# Looking for a cheap alternative to S13 seats?



## Harris (Nov 11, 2002)

As everyone here probably knows, the S13 seats are not the most comfortable seats out there. Most people usually replace them with S14 seats or go for something aftermarket. I found a cheap alternative that may work for those who are good at some drilling. 

Now that summer's here, my car's been getting a whole redo, which involves complete rust removal (we're talking rust holes here), new rear hatch, and a new paint job. While the car was being readied, I started thinking about whether this would be the time to think about the seats. I no longer could tolerate sitting in those seats and getting a backrub at the end of the day, especially when I have to travel 70 miles a day. So, with that thought in mind, I took on the task of figuring out what to do. The light bulb in my head came on right when I looked at my B13 SE-R seats that I had sitting in my basement.

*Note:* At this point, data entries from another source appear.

impl HedonicModel {
    /// The settings the model was fitted with.
    #[must_use]
    pub fn params(&self) -> &ValidHedonicParams {
        &self.params
    }

    /// The design (levels and term names).
    #[must_use]
    pub fn design(&self) -> &Design {
        &self.design
    }

    /// The typical-mileage profile of the fitted rows.
    #[must_use]
    pub fn mileage(&self) -> &MileageProfile {
        &self.mileage
    }

    /// Coefficients, intercept first, in [`Design::names`] order.
    #[must_use]
    pub fn coefficients(&self) -> &[f64] {
        &self.coefficients
    }

    /// Listings fitted.
    #[must_use]
    pub fn rows(&self) -> usize {
        self.rows
    }

    /// Residual degrees of freedom.
    #[must_use]
    pub fn df_residual(&self) -> usize {
        self.rows - self.coefficients.len()
    }

    /// Residual SD of ln price (robust scale for the Huber fit).
    #[must_use]
    pub fn residual_sd(&self) -> f64 {
        self.residual_sd
    }

    /// R² of ln price.
    #[must_use]
    pub fn r_squared(&self) -> f64 {
        self.r_squared
    }

    /// Schwarz's BIC of the least-squares fit of ln price (see [`crate::ols::bic`]); for a
    /// robust fit, of its residuals against the same formula.
    #[must_use]
    pub fn bic(&self) -> f64 {
        crate::ols::bic(self.rows, self.coefficients.len(), self.rss)
    }

    /// Duan's smearing factor.
    #[must_use]
    pub fn smearing(&self) -> f64 {
        self.smearing
    }

    /// IRLS iterations used (0 for least squares).
    #[must_use]
    pub fn iterations(&self) -> u32 {
        self.robust_report.map_or(0, |r| r.iterations)
    }

    /// How the robust fit went; `None` for least squares.
    #[must_use]
    pub fn robust_report(&self) -> Option<RobustReport> {
        self.robust_report
    }

    /// What the fit itself cannot vouch for: a robust fit that did not settle, or whose scale
    /// collapsed.
    #[must_use]
    pub fn warnings(&self) -> Vec<Warning> {
        let mut out = Vec::new();
        if let Some(d) = self.market_drift().filter(|d| !d.is_distinguishable()) {
            out.push(
                Warning::new(
                    WarningCode::MarketTrendUncertain,
                    format!(
                        "The market's drift over the listing dates ({:+.2} % a month, standard error {:.2} points) cannot be told from no drift at all (p = {:.2}). Each comparable's market-conditions line is still shown at the fitted rate; read those lines as within the noise, or switch the term off and compare.",
                        d.monthly_change_pct(),
                        100.0 * d.std_error,
                        d.p_value
                    ),
                )
                .with("monthly_change_pct", d.monthly_change_pct())
                .with("std_error", d.std_error)
                .with("p_value", d.p_value),
            );
        }
        if let Some(r) = self.robust_report {
            if r.scale_collapsed {
                out.push(
                    Warning::new(
                        WarningCode::RobustScaleCollapsed,
                        "More than half the listings sit exactly on the fitted curve (copies of one listing, or a fit of very few), so the robust fit has no spread to weigh the others by. The least-squares fit is used instead; check the file for repeated rows.",
                    )
                    .with("listings", self.rows as f64),
                );
            } else if !r.converged {
                out.push(
                    Warning::new(
                        WarningCode::RobustFitNotConverged,
                        format!(
                            "The robust fit stopped at its limit of {} passes before its estimates settled, so they may still move. Compare with the least-squares fit (leave out --robust) before relying on the value.",
                            r.limit
                        ),
                    )
                    .with("iterations", f64::from(r.iterations))
                    .with("limit", f64::from(r.limit)),
                );
            }
        }
        out
    }

    /// Appraisal year ages are counted to.
    #[must_use]
    pub fn as_of_year(&self) -> i32 {
        self.params.as_of.year()
    }

    /// Every term with its estimate, standard error, t, p and percentage effect.
    #[must_use]
    pub fn terms(&self) -> Vec<Term> {
        let df = self.df_residual() as f64;
        self.design
            .names
            .iter()
            .zip(&self.coefficients)
            .zip(&self.std_errors)
            .map(|((name, &b), &se)| {
                let t = b / se;
                Term {
                    name: name.clone(),
                    estimate: b,
                    std_error: se,
                    t_value: t,
                    p_value: stats::t_p_value(t, df),
                    percent_effect: (name != "intercept").then(|| 100.0 * (b.exp() - 1.0)),
                }
            })
            .collect()
    }

    /// The design row for `attributes` (continued beyond the data; see
    /// [`Self::prediction_row`]).
    #[must_use]
    pub fn design_row(&self, a: &Attributes) -> Vec<f64> {
        self.prediction_row(a)
    }

    /// `x' b` for a full design row.
    #[must_use]
    pub fn linear_predictor(&self, design_row: &[f64]) -> f64 {
        dot(design_row, &self.coefficients)
    }

    /// `x'(X'X)^-1 x` for a full design row.
    #[must_use]
    pub fn factor_leverage(&self, design_row: &[f64]) -> f64 {
        self.factor.leverage_of(design_row)
    }

    /// Fitted ln price for `attributes` (continued beyond the data).
    #[must_use]
    pub fn log_price(&self, a: &Attributes) -> f64 {
        dot(&self.prediction_row(a), &self.coefficients)
    }

    /// Fitted ln price of market row `row`, at its own listing date when the fit has the
    /// market-conditions term.
    #[must_use]
    pub fn log_price_of_row(&self, market: &Market, row: usize) -> f64 {
        self.log_price(&self.attributes_of_row(market, row)) + self.row_shift(market, row)
    }

    /// Whether the market-conditions term is in the fit, and why not.
    #[must_use]
    pub fn market_time(&self) -> &MarketTimeTerm {
        &self.market_time
    }

    /// The fitted market drift, when the term is in the fit.
    #[must_use]
    pub fn market_drift(&self) -> Option<MarketDrift> {
        let c = self.design.time_column()?;
        let df = self.df_residual() as f64;
        let (b, se) = (self.coefficients[c], self.std_errors[c]);
        Some(MarketDrift {
            per_month_before: b,
            std_error: se,
            p_value: stats::t_p_value(b / se, df),
        })
    }

    /// The age slope of `variant` over the base variant's, per year (0 without variant slopes,
    /// for the base or an unknown variant).
    #[must_use]
    pub fn variant_age_slope(&self, variant: NameId) -> f64 {
        self.design
            .slope_column(variant)
            .map_or(0.0, |c| self.coefficients[c])
    }

    /// The part of `variant`'s premium that changes with age, at `age`: its age slope times the
    /// age, held at the nearest edge of the fitted ages beyond them (as the prediction row).
    #[must_use]
    pub fn variant_slope_effect(&self, variant: NameId, age: f64) -> f64 {
        let slope = self.variant_age_slope(variant);
        if slope == 0.0 {
            return 0.0;
        }
        slope * self.age_edge(age).0
    }

    /// `variant`'s premium over the base at `age` in ln price, with its standard error (0 and
    /// 0 for the base).
    #[must_use]
    pub fn premium(&self, variant: NameId, age: f64) -> (f64, f64) {
        let first = self.design.miles_column() + 1;
        let Some(pos) = self.design.variants.iter().position(|v| *v == variant) else {
            return (0.0, 0.0);
        };
        if pos == 0 {
            return (0.0, 0.0);
        }
        let mut c = vec![0.0; self.design.width()];
        c[first + pos - 1] = 1.0;
        if let Some(col) = self.design.slope_column(variant) {
            c[col] = self.age_edge(age).0;
        }
        let effect = dot(&c, &self.coefficients);
        let se = self.coefficient_sd * self.factor.leverage_of(&c).sqrt();
        (effect, se)
    }

    /// The fitted ln-price effect and standard error of each option with a term: (name shown,
    /// effect, standard error), by name.
    #[must_use]
    pub fn option_effects(&self) -> Vec<(String, f64, f64)> {
        self.design
            .options
            .iter()
            .enumerate()
            .map(|(i, (_, name))| {
                let c = self.design.option_column(i);
                (name.clone(), self.coefficients[c], self.std_errors[c])
            })
            .collect()
    }

    /// The ln-price effect of market row `row`'s own date and options, which a prediction from
    /// its attributes alone (of the appraisal date, without options) leaves out.
    #[must_use]
    pub fn row_shift(&self, market: &Market, row: usize) -> f64 {
        self.row_shifts(market, &[row])[0]
    }

    /// [`Self::row_shift`] of each of `rows`, each options cell's columns worked out once.
    #[must_use]
    pub fn row_shifts(&self, market: &Market, rows: &[usize]) -> Vec<f64> {
        let columns = option_columns_of(market, rows, &self.design);
        rows.iter()
            .map(|&r| {
                let options: f64 = columns
                    .get(&market.options[r])
                    .into_iter()
                    .flatten()
                    .map(|&c| self.coefficients[c])
                    .sum();
                self.market_conditions_effect(market.listed_on[r]) + options
            })
            .collect()
    }

    /// Residual sum of squares of ln price.
    #[must_use]
    pub fn rss(&self) -> f64 {
        self.rss
    }

    /// The ln-price effect of a listing dated `listed_on` relative to the appraisal date (0
    /// without the term or without a date).
    #[must_use]
    pub fn market_conditions_effect(&self, listed_on: Option<NaiveDate>) -> f64 {
        match (self.market_drift(), listed_on) {
            (Some(d), Some(date)) => {
                d.per_month_before * market_time::months_before(self.params.as_of, date)
            }
            _ => 0.0,
        }
    }

    /// The attributes of market row `row`.
    #[must_use]
    pub fn attributes_of_row(&self, market: &Market, row: usize) -> Attributes {
        Attributes {
            age_years: age_years(market.model_year[row], self.as_of_year()),
            miles: market.miles[row],
            variant: market.variant[row],
            condition: market.condition[row],
        }
    }

    /// `x'(X'X)^-1 x` for `attributes`: the leverage a listing with them would have (beyond
    /// the data, of the row continued at the edge's rate; see [`Self::spread_row`]).
    #[must_use]
    pub fn leverage(&self, a: &Attributes) -> f64 {
        self.factor.leverage_of(&self.spread_row(a))
    }

    /// Market value in currency with both intervals at `level` (e.g. 0.8), without options.
    #[must_use]
    pub fn estimate(&self, a: &Attributes, level: f64) -> ValueEstimate {
        self.estimate_equipped(a, "", level)
    }

    /// As [`Self::estimate`], for a vehicle with the options of `options` (a cell of names
    /// separated by [`crate::equipment::SEPARATOR`]; those without a term count for nothing).
    #[must_use]
    pub fn estimate_equipped(&self, a: &Attributes, options: &str, level: f64) -> ValueEstimate {
        let columns = self.design.option_columns(options);
        let with_options = |mut x: Vec<f64>| {
            for &c in &columns {
                x[c] = 1.0;
            }
            x
        };
        let log_fitted = dot(&with_options(self.prediction_row(a)), &self.coefficients);
        let h = self.factor.leverage_of(&with_options(self.spread_row(a)));
        let log_se_fit = self.coefficient_sd * h.sqrt();
        let log_se_prediction = (self.residual_sd.powi(2) + self.coefficient_sd.powi(2) * h).sqrt();
        let t = stats::t_two_sided(level, self.df_residual() as f64);
        let median = log_fitted.exp();
        ValueEstimate {
            median,
            mean: median * self.smearing,
            confidence_interval: Interval {
                lower: (log_fitted - t * log_se_fit).exp(),
                upper: (log_fitted + t * log_se_fit).exp(),
                level,
            },
            prediction_interval: Interval {
                lower: (log_fitted - t * log_se_prediction).exp(),
                upper: (log_fitted + t * log_se_prediction).exp(),
                level,
            },
            log_fitted,
            log_se_fit,
            log_se_prediction,
        }
    }

    /// Coefficient on ln price per mile.
    #[must_use]
    pub fn miles_slope(&self) -> f64 {
        self.coefficients[self.design.miles_column()] / MILES_UNIT
    }

    /// ln-price effect of a variant relative to the base variant (0 for the base or unknown).
    #[must_use]
    pub fn variant_effect(&self, variant: NameId) -> f64 {
        let first = self.design.miles_column() + 1;
        match self.design.variants.iter().position(|v| *v == variant) {
            Some(pos) if pos > 0 => self.coefficients[first + pos - 1],
            _ => 0.0,
        }
    }

    /// ln-price effect of a condition relative to the base condition (0 for the base or unknown).
    #[must_use]
    pub fn condition_effect(&self, condition: Condition) -> f64 {
        let first = self.design.miles_column() + self.design.variants.len();
        match self.design.conditions.iter().position(|c| *c == condition) {
            Some(pos) if pos > 0 => self.coefficients[first + pos - 1],
            _ => 0.0,
        }
    }

    /// Average annual depreciation over ages 0..`horizon`.
    #[must_use]
    pub fn annual_depreciation(&self, horizon_years: u32) -> AnnualDepreciation {
        let h = f64::from(horizon_years.max(1));
        let age_only = (self.age_effect(h) - self.age_effect(0.0)) / h;
        let miles_part = self.miles_slope()
            * (self.mileage.typical_miles(h) - self.mileage.typical_miles(0.0))
            / h;
        AnnualDepreciation {
            horizon_years: horizon_years.max(1),
            age_only_pct: 100.0 * (1.0 - age_only.exp()),
            with_typical_miles_pct: 100.0 * (1.0 - (age_only + miles_part).exp()),
        }
    }
}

IMHO, the B13 SE-R seats are by far the most comfortable OEM seats Nissan has ever made. And with that in mind, I went ahead with figuring out what I had to do in order to install them in my 240.


The swap was fairly easy, although it does require a little bit of careful measurement. In order to use the SE-R seats, the seat rails from the S13 seats need to be used. Because the holes in the S13 rails don't line up with the SE-R seats, new holes had to be drilled in the rails. This is where the measurement comes in. You have to align the rails on the seats, make markings and measure it all in order to drill the rails in the right spot. 


Here is what it all looks like after I got done with the swap.
























SE-R seats can be had for much cheaper than what's out there in the aftermarket. Finding them should be no hard task at all.

All in all, this swap was worth it for me. With these seats, you feel like you're locked in, so that means no more hanging on to the steering wheel at turns . And the best thing of all is that my back won't hurt anymore at all.


Let me know what you guys think.


----------



## thedaddies (Sep 29, 2003)

As I said on sr20forum.com, good work.=) (I'm veilside180sx)

You used the whole seat rail from the 240?


----------



## Harris (Nov 11, 2002)

thedaddies said:


> As I said on sr20forum.com, good work.=) (I'm veilside180sx)
> 
> You used the whole seat rail from the 240?





Thanks! 


Yes, the whole seat rail from the 240 was swapped over.


----------



## thedaddies (Sep 29, 2003)

I think I'll just use those and sell my B15 seats. Since I don't think the red will match the grey leather back seat so well.


----------



## Harris (Nov 11, 2002)

Do it man, it's the best thing you'll do for your back. And I wonder if the B15 seats would be tougher than the B13 seats installation wise . I sat in a B15 seat, and I didn't get the kind of support that these babies will give ya.


----------



## thedaddies (Sep 29, 2003)

Well I've owned 2 SE-R's recently(as in last week) that I sold, so I'm very familiar with the seat. The B15 are much nicer, but they are worth more to me sold.=) The red color wouldn't go with the grey leather back seat is my real problem.

The B15 would require me to weld all new mounting slats on the floor pan, which isn't that big of a deal for me. If I don't have to though, why bother.=)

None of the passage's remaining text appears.